Candidates wanted to hear from activists “on how they should be talking about black issues in a way that I don’t think candidates or campaigns have done before,” Washington-Price said.

But some activists remain disenchanted by what they’ve seen from the 2020 primaries. Black Lives Matter Lansing (Michigan) organizer Angela Waters Austin was encouraged to see people of color competing in the early Democratic primary field. But the party’s most diverse group of primary candidates has since dramatically changed, dropping from seven candidates of color to one by the week of Super Tuesday.

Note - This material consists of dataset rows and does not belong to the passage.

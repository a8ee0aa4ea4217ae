"use client";
import { BarrenRock } from "./barren-rock";
import { ClaimEditor, type EditableClaim } from "./claim-editor";
import { ClaimProfileEditor, type ClaimProfile } from "./claim-profile-editor";
import { RecoveredGold } from "./recovered-gold";

/** Everything an officer does on one claim: its details and outline, gold profile, melts and assays, barren rock. */
export default function ClaimTools({ claim, season }: { claim?: EditableClaim & ClaimProfile; season: number }) {
  if (!claim) return <ClaimEditor />;
  return (
    <div className="mt-3 flex flex-col gap-3">
      <ClaimEditor claim={claim} />
      <ClaimProfileEditor claim={claim} season={season} />
      <RecoveredGold claim={claim} season={season} />
      <BarrenRock claim={claim} season={season} />
    </div>
  );
}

“It’s disappointing … Those were the candidates naming our issues. Those were the candidates showing up in our communities,” said Austin.

Many activists like Austin aren’t interested in stump speeches. Throughout the primary campaigns, they called for specific policy platforms and closely examined the candidates’ past records. As a result, the 2020 Democrats faced protests on their past policies in their political careers and questions about their commitment to understanding issues that affect black communities.

But as activists push candidates toward more liberal policies, other black voters have helped revive Biden’s moderate campaign. Biden’s widespread support among older black voters is driven by his experience, his long standing ties to black community leaders and his perceived chances of beating Trump. That confidence in Biden jump started his campaign after poor performances in early state contests and gave him the leading delegate count so far over Sanders.

As the primaries continue to play out on the national stage, Austin of Black Lives Matter Lansing avoids fixating on one particular candidate; the efforts to improve how governments serve people of color will continue no matter the outcome.

“It has to do with holding the entire system accountable, because it’s really not about the candidates,” Austin said. “Candidates come and go. Elected officials come and go. The system stays the same.”

PBS NewsHour producer Leah Nagy contributed reporting.